Stored data
/---
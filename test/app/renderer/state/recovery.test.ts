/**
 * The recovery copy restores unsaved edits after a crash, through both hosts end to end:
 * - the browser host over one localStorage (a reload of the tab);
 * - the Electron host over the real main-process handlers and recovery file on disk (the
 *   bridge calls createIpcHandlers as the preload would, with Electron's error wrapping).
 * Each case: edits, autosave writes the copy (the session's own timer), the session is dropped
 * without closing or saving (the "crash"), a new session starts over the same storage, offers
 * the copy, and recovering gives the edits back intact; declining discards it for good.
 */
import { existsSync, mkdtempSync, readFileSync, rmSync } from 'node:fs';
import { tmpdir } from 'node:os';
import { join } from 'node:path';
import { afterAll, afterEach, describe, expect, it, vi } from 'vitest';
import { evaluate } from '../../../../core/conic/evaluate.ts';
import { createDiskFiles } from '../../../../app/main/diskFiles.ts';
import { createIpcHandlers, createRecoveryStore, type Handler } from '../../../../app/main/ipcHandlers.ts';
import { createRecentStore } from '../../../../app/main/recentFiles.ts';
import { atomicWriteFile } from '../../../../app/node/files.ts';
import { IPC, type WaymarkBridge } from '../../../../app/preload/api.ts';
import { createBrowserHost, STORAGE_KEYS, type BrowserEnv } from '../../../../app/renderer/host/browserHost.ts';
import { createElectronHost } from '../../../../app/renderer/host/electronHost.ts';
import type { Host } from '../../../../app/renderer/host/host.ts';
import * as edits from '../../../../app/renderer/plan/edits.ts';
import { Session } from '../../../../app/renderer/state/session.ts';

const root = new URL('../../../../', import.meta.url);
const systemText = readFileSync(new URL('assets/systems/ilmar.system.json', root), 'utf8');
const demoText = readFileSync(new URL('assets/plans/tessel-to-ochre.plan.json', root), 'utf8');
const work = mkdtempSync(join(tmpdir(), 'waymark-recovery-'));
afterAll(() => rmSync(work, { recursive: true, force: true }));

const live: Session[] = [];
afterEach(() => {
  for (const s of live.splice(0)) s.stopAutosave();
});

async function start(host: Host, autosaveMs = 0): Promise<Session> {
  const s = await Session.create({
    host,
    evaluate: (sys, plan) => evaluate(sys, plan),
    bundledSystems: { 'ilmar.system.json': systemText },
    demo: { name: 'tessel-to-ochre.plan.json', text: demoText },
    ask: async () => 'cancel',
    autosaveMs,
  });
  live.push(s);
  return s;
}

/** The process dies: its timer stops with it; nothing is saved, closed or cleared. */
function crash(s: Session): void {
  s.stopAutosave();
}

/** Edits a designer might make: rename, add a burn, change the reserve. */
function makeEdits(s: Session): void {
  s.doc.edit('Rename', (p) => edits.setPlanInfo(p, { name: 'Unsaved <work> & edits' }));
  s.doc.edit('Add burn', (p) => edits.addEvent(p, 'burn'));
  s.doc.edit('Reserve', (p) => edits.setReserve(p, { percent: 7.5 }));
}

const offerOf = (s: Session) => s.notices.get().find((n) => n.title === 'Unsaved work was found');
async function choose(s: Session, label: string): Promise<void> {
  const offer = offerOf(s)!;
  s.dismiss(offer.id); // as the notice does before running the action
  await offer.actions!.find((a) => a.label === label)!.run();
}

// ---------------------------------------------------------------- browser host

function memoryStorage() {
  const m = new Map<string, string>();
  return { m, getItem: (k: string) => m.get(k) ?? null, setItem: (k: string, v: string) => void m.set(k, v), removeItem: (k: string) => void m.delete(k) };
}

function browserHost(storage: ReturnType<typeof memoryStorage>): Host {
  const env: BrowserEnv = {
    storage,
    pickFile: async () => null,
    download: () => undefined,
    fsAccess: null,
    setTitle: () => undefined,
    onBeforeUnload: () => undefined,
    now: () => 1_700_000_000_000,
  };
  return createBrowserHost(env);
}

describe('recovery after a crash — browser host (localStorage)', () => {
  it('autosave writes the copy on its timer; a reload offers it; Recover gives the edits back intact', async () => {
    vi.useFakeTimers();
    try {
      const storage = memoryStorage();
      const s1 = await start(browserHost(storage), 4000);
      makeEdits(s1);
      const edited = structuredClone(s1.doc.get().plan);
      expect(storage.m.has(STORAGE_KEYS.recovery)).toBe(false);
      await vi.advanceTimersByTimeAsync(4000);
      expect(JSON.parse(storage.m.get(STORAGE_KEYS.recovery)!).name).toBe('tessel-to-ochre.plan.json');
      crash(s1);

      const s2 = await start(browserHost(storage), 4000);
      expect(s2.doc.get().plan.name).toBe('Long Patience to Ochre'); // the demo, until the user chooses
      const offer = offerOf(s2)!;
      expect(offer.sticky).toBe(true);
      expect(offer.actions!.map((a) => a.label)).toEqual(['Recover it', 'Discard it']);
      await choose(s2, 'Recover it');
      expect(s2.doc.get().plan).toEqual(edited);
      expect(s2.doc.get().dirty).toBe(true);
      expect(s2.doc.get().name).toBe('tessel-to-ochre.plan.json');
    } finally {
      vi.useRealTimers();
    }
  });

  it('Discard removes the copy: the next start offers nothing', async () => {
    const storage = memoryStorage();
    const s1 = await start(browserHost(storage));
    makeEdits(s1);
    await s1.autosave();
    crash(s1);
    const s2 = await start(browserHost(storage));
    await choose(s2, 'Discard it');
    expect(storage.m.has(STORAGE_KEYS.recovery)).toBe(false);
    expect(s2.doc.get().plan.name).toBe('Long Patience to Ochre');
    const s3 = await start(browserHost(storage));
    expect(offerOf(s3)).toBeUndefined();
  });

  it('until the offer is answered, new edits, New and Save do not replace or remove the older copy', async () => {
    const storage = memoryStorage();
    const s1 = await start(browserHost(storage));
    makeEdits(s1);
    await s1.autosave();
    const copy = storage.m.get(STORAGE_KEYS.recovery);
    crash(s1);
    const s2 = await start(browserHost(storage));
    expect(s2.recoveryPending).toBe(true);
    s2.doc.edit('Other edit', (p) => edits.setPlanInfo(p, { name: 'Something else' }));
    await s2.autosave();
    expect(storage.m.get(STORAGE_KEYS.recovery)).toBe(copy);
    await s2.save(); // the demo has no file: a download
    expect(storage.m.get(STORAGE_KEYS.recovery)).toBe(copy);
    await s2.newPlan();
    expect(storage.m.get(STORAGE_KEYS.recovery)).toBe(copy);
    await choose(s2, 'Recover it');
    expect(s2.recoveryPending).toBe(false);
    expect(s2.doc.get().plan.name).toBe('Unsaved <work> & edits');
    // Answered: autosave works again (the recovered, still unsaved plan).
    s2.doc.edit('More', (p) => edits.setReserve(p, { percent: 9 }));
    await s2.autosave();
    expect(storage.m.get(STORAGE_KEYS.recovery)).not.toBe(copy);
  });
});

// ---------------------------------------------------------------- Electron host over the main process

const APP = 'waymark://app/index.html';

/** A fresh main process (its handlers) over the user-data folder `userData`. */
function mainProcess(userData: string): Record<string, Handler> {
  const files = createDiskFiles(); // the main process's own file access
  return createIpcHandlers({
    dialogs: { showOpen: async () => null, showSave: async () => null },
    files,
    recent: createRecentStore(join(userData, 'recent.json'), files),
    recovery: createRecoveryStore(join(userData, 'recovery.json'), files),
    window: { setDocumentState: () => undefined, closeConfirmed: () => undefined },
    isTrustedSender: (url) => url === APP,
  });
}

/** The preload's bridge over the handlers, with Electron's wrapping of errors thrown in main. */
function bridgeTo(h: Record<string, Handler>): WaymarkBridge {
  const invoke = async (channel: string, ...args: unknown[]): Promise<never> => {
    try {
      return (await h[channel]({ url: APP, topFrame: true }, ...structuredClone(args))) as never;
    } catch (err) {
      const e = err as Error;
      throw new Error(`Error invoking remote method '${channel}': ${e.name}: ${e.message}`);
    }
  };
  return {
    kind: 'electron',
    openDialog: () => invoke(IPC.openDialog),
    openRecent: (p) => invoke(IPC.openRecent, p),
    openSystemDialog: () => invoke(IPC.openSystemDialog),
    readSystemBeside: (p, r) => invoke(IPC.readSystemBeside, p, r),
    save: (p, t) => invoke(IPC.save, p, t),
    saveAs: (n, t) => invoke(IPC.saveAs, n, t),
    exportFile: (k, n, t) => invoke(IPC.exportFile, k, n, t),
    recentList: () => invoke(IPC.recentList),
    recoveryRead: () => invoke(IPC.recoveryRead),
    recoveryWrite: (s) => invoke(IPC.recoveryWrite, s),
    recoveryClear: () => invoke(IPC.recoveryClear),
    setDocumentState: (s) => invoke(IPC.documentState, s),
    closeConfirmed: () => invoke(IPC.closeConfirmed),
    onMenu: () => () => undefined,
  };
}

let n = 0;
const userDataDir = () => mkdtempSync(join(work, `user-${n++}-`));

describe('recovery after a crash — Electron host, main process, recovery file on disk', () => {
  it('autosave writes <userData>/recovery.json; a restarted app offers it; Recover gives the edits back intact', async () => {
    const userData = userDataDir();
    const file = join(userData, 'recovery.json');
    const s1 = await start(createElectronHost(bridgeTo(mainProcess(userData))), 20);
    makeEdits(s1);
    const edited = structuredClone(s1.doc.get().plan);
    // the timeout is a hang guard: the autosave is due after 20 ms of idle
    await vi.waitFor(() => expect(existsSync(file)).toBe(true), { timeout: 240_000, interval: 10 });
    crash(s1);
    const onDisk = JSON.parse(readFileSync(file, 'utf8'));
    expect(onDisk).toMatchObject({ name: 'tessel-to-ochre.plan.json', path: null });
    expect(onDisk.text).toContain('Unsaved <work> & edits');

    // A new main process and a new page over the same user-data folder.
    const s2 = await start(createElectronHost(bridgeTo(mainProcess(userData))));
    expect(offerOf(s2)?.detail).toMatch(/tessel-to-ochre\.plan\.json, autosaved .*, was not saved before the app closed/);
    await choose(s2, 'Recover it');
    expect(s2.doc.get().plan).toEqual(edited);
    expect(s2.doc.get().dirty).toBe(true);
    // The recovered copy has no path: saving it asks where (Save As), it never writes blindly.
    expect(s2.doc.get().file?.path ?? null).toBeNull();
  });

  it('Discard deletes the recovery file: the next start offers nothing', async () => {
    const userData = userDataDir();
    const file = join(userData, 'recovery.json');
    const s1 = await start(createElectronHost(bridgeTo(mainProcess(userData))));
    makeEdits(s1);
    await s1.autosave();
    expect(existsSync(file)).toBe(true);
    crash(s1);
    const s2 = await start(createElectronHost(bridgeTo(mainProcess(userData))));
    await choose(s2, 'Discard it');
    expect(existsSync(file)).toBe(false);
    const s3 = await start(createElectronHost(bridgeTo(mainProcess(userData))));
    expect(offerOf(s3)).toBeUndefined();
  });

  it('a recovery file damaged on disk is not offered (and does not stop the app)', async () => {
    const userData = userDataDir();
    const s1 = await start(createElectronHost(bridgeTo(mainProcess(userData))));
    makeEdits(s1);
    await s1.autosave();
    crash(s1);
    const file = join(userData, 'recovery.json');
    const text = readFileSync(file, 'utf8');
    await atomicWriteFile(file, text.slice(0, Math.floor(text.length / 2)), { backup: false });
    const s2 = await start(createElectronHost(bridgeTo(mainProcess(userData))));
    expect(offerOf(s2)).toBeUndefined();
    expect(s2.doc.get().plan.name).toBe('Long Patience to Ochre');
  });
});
\---
/---
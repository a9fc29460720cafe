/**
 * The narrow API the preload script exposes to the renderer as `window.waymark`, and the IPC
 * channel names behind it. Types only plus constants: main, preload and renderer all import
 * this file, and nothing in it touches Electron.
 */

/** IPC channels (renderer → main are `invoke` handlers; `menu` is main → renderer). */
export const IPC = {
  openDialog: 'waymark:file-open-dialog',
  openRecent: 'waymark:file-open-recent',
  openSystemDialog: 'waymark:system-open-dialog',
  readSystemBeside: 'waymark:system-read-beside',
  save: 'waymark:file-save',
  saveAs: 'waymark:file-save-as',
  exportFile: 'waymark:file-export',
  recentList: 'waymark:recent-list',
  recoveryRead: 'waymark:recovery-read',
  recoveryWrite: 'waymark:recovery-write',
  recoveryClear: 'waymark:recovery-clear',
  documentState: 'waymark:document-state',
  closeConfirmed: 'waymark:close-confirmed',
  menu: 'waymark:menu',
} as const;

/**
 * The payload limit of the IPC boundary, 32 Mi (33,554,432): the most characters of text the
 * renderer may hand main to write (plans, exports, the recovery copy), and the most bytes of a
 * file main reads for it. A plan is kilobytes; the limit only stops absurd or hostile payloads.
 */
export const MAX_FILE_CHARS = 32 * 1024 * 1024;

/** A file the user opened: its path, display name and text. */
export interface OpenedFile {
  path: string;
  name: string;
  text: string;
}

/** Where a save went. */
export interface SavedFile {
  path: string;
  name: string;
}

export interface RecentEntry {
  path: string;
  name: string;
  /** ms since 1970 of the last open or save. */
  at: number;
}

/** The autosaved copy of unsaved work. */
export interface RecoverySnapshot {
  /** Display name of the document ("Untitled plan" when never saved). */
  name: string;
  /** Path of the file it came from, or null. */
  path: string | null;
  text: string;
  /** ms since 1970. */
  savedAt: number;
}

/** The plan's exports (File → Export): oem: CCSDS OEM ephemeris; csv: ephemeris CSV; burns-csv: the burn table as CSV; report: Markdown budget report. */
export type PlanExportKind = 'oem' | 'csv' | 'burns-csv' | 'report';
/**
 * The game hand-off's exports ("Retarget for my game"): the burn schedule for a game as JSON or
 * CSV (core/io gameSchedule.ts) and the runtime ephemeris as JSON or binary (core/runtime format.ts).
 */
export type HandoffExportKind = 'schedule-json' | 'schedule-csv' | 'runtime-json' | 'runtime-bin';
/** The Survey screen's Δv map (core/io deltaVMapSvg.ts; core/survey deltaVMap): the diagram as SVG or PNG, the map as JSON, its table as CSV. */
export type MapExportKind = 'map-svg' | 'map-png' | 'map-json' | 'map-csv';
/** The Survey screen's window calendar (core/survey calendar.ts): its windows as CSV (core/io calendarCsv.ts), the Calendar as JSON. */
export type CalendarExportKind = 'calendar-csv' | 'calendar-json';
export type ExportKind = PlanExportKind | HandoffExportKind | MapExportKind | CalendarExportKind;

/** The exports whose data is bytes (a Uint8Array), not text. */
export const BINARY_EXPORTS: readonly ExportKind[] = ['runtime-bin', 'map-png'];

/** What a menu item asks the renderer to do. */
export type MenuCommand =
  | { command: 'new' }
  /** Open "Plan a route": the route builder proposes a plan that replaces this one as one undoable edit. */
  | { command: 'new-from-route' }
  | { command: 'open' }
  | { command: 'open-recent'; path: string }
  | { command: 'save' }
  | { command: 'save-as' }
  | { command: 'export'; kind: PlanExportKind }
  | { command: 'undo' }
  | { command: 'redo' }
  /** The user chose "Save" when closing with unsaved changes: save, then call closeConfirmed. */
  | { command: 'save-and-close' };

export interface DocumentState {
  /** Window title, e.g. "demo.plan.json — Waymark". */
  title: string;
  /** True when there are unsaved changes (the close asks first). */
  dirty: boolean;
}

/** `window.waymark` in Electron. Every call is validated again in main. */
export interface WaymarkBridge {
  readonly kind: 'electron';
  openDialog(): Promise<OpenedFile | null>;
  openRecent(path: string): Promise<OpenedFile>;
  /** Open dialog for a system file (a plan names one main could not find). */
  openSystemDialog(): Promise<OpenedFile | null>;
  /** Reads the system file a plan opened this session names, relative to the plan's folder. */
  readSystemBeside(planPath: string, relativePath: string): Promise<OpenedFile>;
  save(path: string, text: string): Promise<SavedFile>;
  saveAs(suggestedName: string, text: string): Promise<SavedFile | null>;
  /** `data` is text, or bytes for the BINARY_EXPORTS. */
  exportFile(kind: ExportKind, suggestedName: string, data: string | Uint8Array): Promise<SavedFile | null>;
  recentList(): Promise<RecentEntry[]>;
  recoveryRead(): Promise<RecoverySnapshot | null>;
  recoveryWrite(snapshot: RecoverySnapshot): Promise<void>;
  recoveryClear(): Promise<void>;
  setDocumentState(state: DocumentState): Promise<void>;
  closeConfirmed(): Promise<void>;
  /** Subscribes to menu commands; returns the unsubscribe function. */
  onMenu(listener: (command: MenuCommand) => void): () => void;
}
\---
=== To do ===
The reply should consist solely of the lines above from the one that has "pickFile: async ()" through the one that has "const s3 = await start(browserHost(storage));", reproduced exactly.

=== Result of the exercise ===
    pickFile: async () => null,
    download: () => undefined,
    fsAccess: null,
    setTitle: () => undefined,
    onBeforeUnload: () => undefined,
    now: () => 1_700_000_000_000,
  };
  return createBrowserHost(env);
}

describe('recovery after a crash — browser host (localStorage)', () => {
  it('autosave writes the copy on its timer; a reload offers it; Recover gives the edits back intact', async () => {
    vi.useFakeTimers();
    try {
      const storage = memoryStorage();
      const s1 = await start(browserHost(storage), 4000);
      makeEdits(s1);
      const edited = structuredClone(s1.doc.get().plan);
      expect(storage.m.has(STORAGE_KEYS.recovery)).toBe(false);
      await vi.advanceTimersByTimeAsync(4000);
      expect(JSON.parse(storage.m.get(STORAGE_KEYS.recovery)!).name).toBe('tessel-to-ochre.plan.json');
      crash(s1);

      const s2 = await start(browserHost(storage), 4000);
      expect(s2.doc.get().plan.name).toBe('Long Patience to Ochre'); // the demo, until the user chooses
      const offer = offerOf(s2)!;
      expect(offer.sticky).toBe(true);
      expect(offer.actions!.map((a) => a.label)).toEqual(['Recover it', 'Discard it']);
      await choose(s2, 'Recover it');
      expect(s2.doc.get().plan).toEqual(edited);
      expect(s2.doc.get().dirty).toBe(true);
      expect(s2.doc.get().name).toBe('tessel-to-ochre.plan.json');
    } finally {
      vi.useRealTimers();
    }
  });

  it('Discard removes the copy: the next start offers nothing', async () => {
    const storage = memoryStorage();
    const s1 = await start(browserHost(storage));
    makeEdits(s1);
    await s1.autosave();
    crash(s1);
    const s2 = await start(browserHost(storage));
    await choose(s2, 'Discard it');
    expect(storage.m.has(STORAGE_KEYS.recovery)).toBe(false);
    expect(s2.doc.get().plan.name).toBe('Long Patience to Ochre');
    const s3 = await start(browserHost(storage));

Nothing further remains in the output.